§ **What you should do**
Return all of the entries exactly, with nothing added or left out.

(Dataset entries)
- Opening Delimiter -

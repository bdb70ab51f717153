//! A user R table: `sqrt_s_gev,r,r_stat,r_syst` rows that replace the model over their range.
//!
//! Format (CSV, one header line with exactly these four column names in this order; `#`
//! starts a comment line; blank lines are skipped): energies strictly increasing, R and both
//! uncertainties finite and ≥ 0, at least two rows. Between rows R is interpolated linearly
//! in √s. `r_syst` is taken as fully correlated over the table, `r_stat` as independent
//! point to point.

use crate::process::MAX_R;
use crate::shown;
use thiserror::Error;

/// Where in the file a problem is (1-based line and column).
#[derive(Debug, Error, Clone, PartialEq)]
#[non_exhaustive]
pub enum TableError {
    #[error(
        "{source_name}: line {line}: the header must be `sqrt_s_gev,r,r_stat,r_syst`, found `{found}`"
    )]
    Header {
        source_name: String,
        line: usize,
        found: String,
    },
    #[error(
        "{source_name}: line {line}: expected 4 columns (sqrt_s_gev,r,r_stat,r_syst), found {found}"
    )]
    Columns {
        source_name: String,
        line: usize,
        found: usize,
    },
    #[error("{source_name}: line {line}, column {column} ({key}): `{text}` is not a number")]
    NotANumber {
        source_name: String,
        line: usize,
        column: usize,
        key: &'static str,
        text: String,
    },
    #[error(
        "{source_name}: line {line}, column {column} ({key}): {} is not allowed; allowed: {allowed}", shown(*value)
    )]
    OutOfRange {
        source_name: String,
        line: usize,
        column: usize,
        key: &'static str,
        value: f64,
        allowed: &'static str,
    },
    #[error(
        "{source_name}: line {line}, column 1 (sqrt_s_gev): {value} does not follow {previous}; energies must be strictly increasing (no duplicates)"
    )]
    NotIncreasing {
        source_name: String,
        line: usize,
        value: f64,
        previous: f64,
    },
    #[error("{source_name}: a table needs at least 2 rows, found {found}")]
    TooFewRows { source_name: String, found: usize },
}

const KEYS: [&str; 4] = ["sqrt_s_gev", "r", "r_stat", "r_syst"];

/// A validated user R table.
#[derive(Debug, Clone, PartialEq)]
pub struct RTable {
    sqrt_s_gev: Vec<f64>,
    r: Vec<f64>,
    r_stat: Vec<f64>,
    r_syst: Vec<f64>,
    includes_narrow: bool,
}

impl RTable {
    /// Parse CSV text; `source_name` (the file name) goes into every error message.
    /// `includes_narrow`: the table already contains J/ψ, ψ(2S), Υ(1S–3S) where it covers
    /// their masses, so the model's analytic narrow resonances are dropped there.
    ///
    /// # Errors
    /// [`TableError`] naming the line and column of the first problem.
    pub fn parse(text: &str, source_name: &str, includes_narrow: bool) -> Result<Self, TableError> {
        let name = || source_name.to_string();
        let mut header_seen = false;
        let mut cols: [Vec<f64>; 4] = Default::default();
        for (i, raw) in text.lines().enumerate() {
            let line = i + 1;
            let trimmed = raw.trim();
            if trimmed.is_empty() || trimmed.starts_with('#') {
                continue;
            }
            let fields: Vec<&str> = trimmed.split(',').map(str::trim).collect();
            if !header_seen {
                if fields != KEYS {
                    return Err(TableError::Header {
                        source_name: name(),
                        line,
                        found: trimmed.to_string(),
                    });
                }
                header_seen = true;
                continue;
            }
            if fields.len() != 4 {
                return Err(TableError::Columns {
                    source_name: name(),
                    line,
                    found: fields.len(),
                });
            }
            for (c, field) in fields.iter().enumerate() {
                let column = c + 1;
                let value: f64 = field.parse().map_err(|_| TableError::NotANumber {
                    source_name: name(),
                    line,
                    column,
                    key: KEYS[c],
                    text: field.to_string(),
                })?;
                let ok = if c == 0 {
                    value > 0.0 && value.is_finite()
                } else {
                    (0.0..=MAX_R).contains(&value)
                };
                if !ok {
                    return Err(TableError::OutOfRange {
                        source_name: name(),
                        line,
                        column,
                        key: KEYS[c],
                        value,
                        allowed: if c == 0 {
                            "a finite energy > 0 GeV"
                        } else {
                            "0 ≤ value ≤ 1e6 (above any hadronic R)"
                        },
                    });
                }
                if c == 0
                    && let Some(&previous) = cols[0].last()
                    && value <= previous
                {
                    return Err(TableError::NotIncreasing {
                        source_name: name(),
                        line,
                        value,
                        previous,
                    });
                }
                cols[c].push(value);
            }
        }
        if cols[0].len() < 2 {
            return Err(TableError::TooFewRows {
                source_name: name(),
                found: cols[0].len(),
            });
        }
        let [sqrt_s_gev, r, r_stat, r_syst] = cols;
        Ok(RTable {
            sqrt_s_gev,
            r,
            r_stat,
            r_syst,
            includes_narrow,
        })
    }

    /// The covered range [√s_first, √s_last] in GeV.
    pub fn range_gev(&self) -> (f64, f64) {
        (
            self.sqrt_s_gev[0],
            self.sqrt_s_gev[self.sqrt_s_gev.len() - 1],
        )
    }

    /// True when √s (GeV) lies inside the table's range.
    pub fn covers(&self, sqrt_s_gev: f64) -> bool {
        let (lo, hi) = self.range_gev();
        sqrt_s_gev >= lo && sqrt_s_gev <= hi
    }

    /// Whether the table already contains the narrow resonances.
    pub fn includes_narrow(&self) -> bool {
        self.includes_narrow
    }

    /// The row energies (GeV).
    pub fn sqrt_s_gev(&self) -> &[f64] {
        &self.sqrt_s_gev
    }

    /// The point-to-point (statistical) uncertainties.
    pub fn r_stat(&self) -> &[f64] {
        &self.r_stat
    }

    /// (R, R_syst) interpolated linearly in √s at `sqrt_s_gev` inside the range.
    pub fn eval(&self, sqrt_s_gev: f64) -> (f64, f64) {
        let x = &self.sqrt_s_gev;
        let i = x
            .partition_point(|&v| v <= sqrt_s_gev)
            .clamp(1, x.len() - 1)
            - 1;
        let t = ((sqrt_s_gev - x[i]) / (x[i + 1] - x[i])).clamp(0.0, 1.0);
        let lerp = |v: &[f64]| v[i] + t * (v[i + 1] - v[i]);
        (lerp(&self.r), lerp(&self.r_syst))
    }

    /// A copy with every R shifted by `n_sigma` × (r_syst or r_stat), floored at zero.
    pub fn shifted(&self, n_sigma: f64, stat: bool) -> Self {
        let mut t = self.clone();
        let unc = if stat { &self.r_stat } else { &self.r_syst };
        for (r, u) in t.r.iter_mut().zip(unc) {
            *r = (*r + n_sigma * u).max(0.0);
        }
        t
    }
}

#[cfg(test)]
mod tests {
    use super::*;

    #[test]
    fn parses_and_interpolates() {
        let t = RTable::parse(
            "# invented example\nsqrt_s_gev,r,r_stat,r_syst\n2.0,2.0,0.1,0.05\n3.0,2.4,0.1,0.06\n",
            "t.csv",
            false,
        )
        .unwrap();
        assert_eq!(t.range_gev(), (2.0, 3.0));
        let (r, syst) = t.eval(2.5);
        assert!((r - 2.2).abs() < 1e-15 && (syst - 0.055).abs() < 1e-15);
    }
}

- Closing Delimiter -

§ **Result of this task**
repository bdb70ab51f717153
//! A user R table: `sqrt_s_gev,r,r_stat,r_syst` rows that replace the model over their range.
//!
//! Format (CSV, one header line with exactly these four column names in this order; `#`
//! starts a comment line; blank lines are skipped): energies strictly increasing, R and both
//! uncertainties finite and ≥ 0, at least two rows. Between rows R is interpolated linearly
//! in √s. `r_syst` is taken as fully correlated over the table, `r_stat` as independent
//! point to point.

use crate::process::MAX_R;
use crate::shown;
use thiserror::Error;

/// Where in the file a problem is (1-based line and column).
#[derive(Debug, Error, Clone, PartialEq)]
#[non_exhaustive]
pub enum TableError {
    #[error(
        "{source_name}: line {line}: the header must be `sqrt_s_gev,r,r_stat,r_syst`, found `{found}`"
    )]
    Header {
        source_name: String,
        line: usize,
        found: String,
    },
    #[error(
        "{source_name}: line {line}: expected 4 columns (sqrt_s_gev,r,r_stat,r_syst), found {found}"
    )]
    Columns {
        source_name: String,
        line: usize,
        found: usize,
    },
    #[error("{source_name}: line {line}, column {column} ({key}): `{text}` is not a number")]
    NotANumber {
        source_name: String,
        line: usize,
        column: usize,
        key: &'static str,
        text: String,
    },
    #[error(
        "{source_name}: line {line}, column {column} ({key}): {} is not allowed; allowed: {allowed}", shown(*value)
    )]
    OutOfRange {
        source_name: String,
        line: usize,
        column: usize,
        key: &'static str,
        value: f64,
        allowed: &'static str,
    },
    #[error(
        "{source_name}: line {line}, column 1 (sqrt_s_gev): {value} does not follow {previous}; energies must be strictly increasing (no duplicates)"
    )]
    NotIncreasing {
        source_name: String,
        line: usize,
        value: f64,
        previous: f64,
    },
    #[error("{source_name}: a table needs at least 2 rows, found {found}")]
    TooFewRows { source_name: String, found: usize },
}

const KEYS: [&str; 4] = ["sqrt_s_gev", "r", "r_stat", "r_syst"];

/// A validated user R table.
#[derive(Debug, Clone, PartialEq)]
pub struct RTable {
    sqrt_s_gev: Vec<f64>,
    r: Vec<f64>,
    r_stat: Vec<f64>,
    r_syst: Vec<f64>,
    includes_narrow: bool,
}

impl RTable {
    /// Parse CSV text; `source_name` (the file name) goes into every error message.
    /// `includes_narrow`: the table already contains J/ψ, ψ(2S), Υ(1S–3S) where it covers
    /// their masses, so the model's analytic narrow resonances are dropped there.
    ///
    /// # Errors
    /// [`TableError`] naming the line and column of the first problem.
    pub fn parse(text: &str, source_name: &str, includes_narrow: bool) -> Result<Self, TableError> {
        let name = || source_name.to_string();
        let mut header_seen = false;
        let mut cols: [Vec<f64>; 4] = Default::default();
        for (i, raw) in text.lines().enumerate() {
            let line = i + 1;
            let trimmed = raw.trim();
            if trimmed.is_empty() || trimmed.starts_with('#') {
                continue;
            }
            let fields: Vec<&str> = trimmed.split(',').map(str::trim).collect();
            if !header_seen {
                if fields != KEYS {
                    return Err(TableError::Header {
                        source_name: name(),
                        line,
                        found: trimmed.to_string(),
                    });
                }
                header_seen = true;
                continue;
            }
            if fields.len() != 4 {
                return Err(TableError::Columns {
                    source_name: name(),
                    line,
                    found: fields.len(),
                });
            }
            for (c, field) in fields.iter().enumerate() {
                let column = c + 1;
                let value: f64 = field.parse().map_err(|_| TableError::NotANumber {
                    source_name: name(),
                    line,
                    column,
                    key: KEYS[c],
                    text: field.to_string(),
                })?;
                let ok = if c == 0 {
                    value > 0.0 && value.is_finite()
                } else {
                    (0.0..=MAX_R).contains(&value)
                };
                if !ok {
                    return Err(TableError::OutOfRange {
                        source_name: name(),
                        line,
                        column,
                        key: KEYS[c],
                        value,
                        allowed: if c == 0 {
                            "a finite energy > 0 GeV"
                        } else {
                            "0 ≤ value ≤ 1e6 (above any hadronic R)"
                        },
                    });
                }
                if c == 0
                    && let Some(&previous) = cols[0].last()
                    && value <= previous
                {
                    return Err(TableError::NotIncreasing {
                        source_name: name(),
                        line,
                        value,
                        previous,
                    });
                }
                cols[c].push(value);
            }
        }
        if cols[0].len() < 2 {
            return Err(TableError::TooFewRows {
                source_name: name(),
                found: cols[0].len(),
            });
        }
        let [sqrt_s_gev, r, r_stat, r_syst] = cols;
        Ok(RTable {
            sqrt_s_gev,
            r,
            r_stat,
            r_syst,
            includes_narrow,
        })
    }

    /// The covered range [√s_first, √s_last] in GeV.
    pub fn range_gev(&self) -> (f64, f64) {
        (
            self.sqrt_s_gev[0],
            self.sqrt_s_gev[self.sqrt_s_gev.len() - 1],
        )
    }

    /// True when √s (GeV) lies inside the table's range.
    pub fn covers(&self, sqrt_s_gev: f64) -> bool {
        let (lo, hi) = self.range_gev();
        sqrt_s_gev >= lo && sqrt_s_gev <= hi
    }

    /// Whether the table already contains the narrow resonances.
    pub fn includes_narrow(&self) -> bool {
        self.includes_narrow
    }

    /// The row energies (GeV).
    pub fn sqrt_s_gev(&self) -> &[f64] {
        &self.sqrt_s_gev
    }

    /// The point-to-point (statistical) uncertainties.
    pub fn r_stat(&self) -> &[f64] {
        &self.r_stat
    }

    /// (R, R_syst) interpolated linearly in √s at `sqrt_s_gev` inside the range.
    pub fn eval(&self, sqrt_s_gev: f64) -> (f64, f64) {
        let x = &self.sqrt_s_gev;
        let i = x
            .partition_point(|&v| v <= sqrt_s_gev)
            .clamp(1, x.len() - 1)
            - 1;
        let t = ((sqrt_s_gev - x[i]) / (x[i + 1] - x[i])).clamp(0.0, 1.0);
        let lerp = |v: &[f64]| v[i] + t * (v[i + 1] - v[i]);
        (lerp(&self.r), lerp(&self.r_syst))
    }

    /// A copy with every R shifted by `n_sigma` × (r_syst or r_stat), floored at zero.
    pub fn shifted(&self, n_sigma: f64, stat: bool) -> Self {
        let mut t = self.clone();
        let unc = if stat { &self.r_stat } else { &self.r_syst };
        for (r, u) in t.r.iter_mut().zip(unc) {
            *r = (*r + n_sigma * u).max(0.0);
        }
        t
    }
}

#[cfg(test)]
mod tests {
    use super::*;

    #[test]
    fn parses_and_interpolates() {
        let t = RTable::parse(
            "# invented example\nsqrt_s_gev,r,r_stat,r_syst\n2.0,2.0,0.1,0.05\n3.0,2.4,0.1,0.06\n",
            "t.csv",
            false,
        )
        .unwrap();
        assert_eq!(t.range_gev(), (2.0, 3.0));
        let (r, syst) = t.eval(2.5);
        assert!((r - 2.2).abs() < 1e-15 && (syst - 0.055).abs() < 1e-15);
    }
}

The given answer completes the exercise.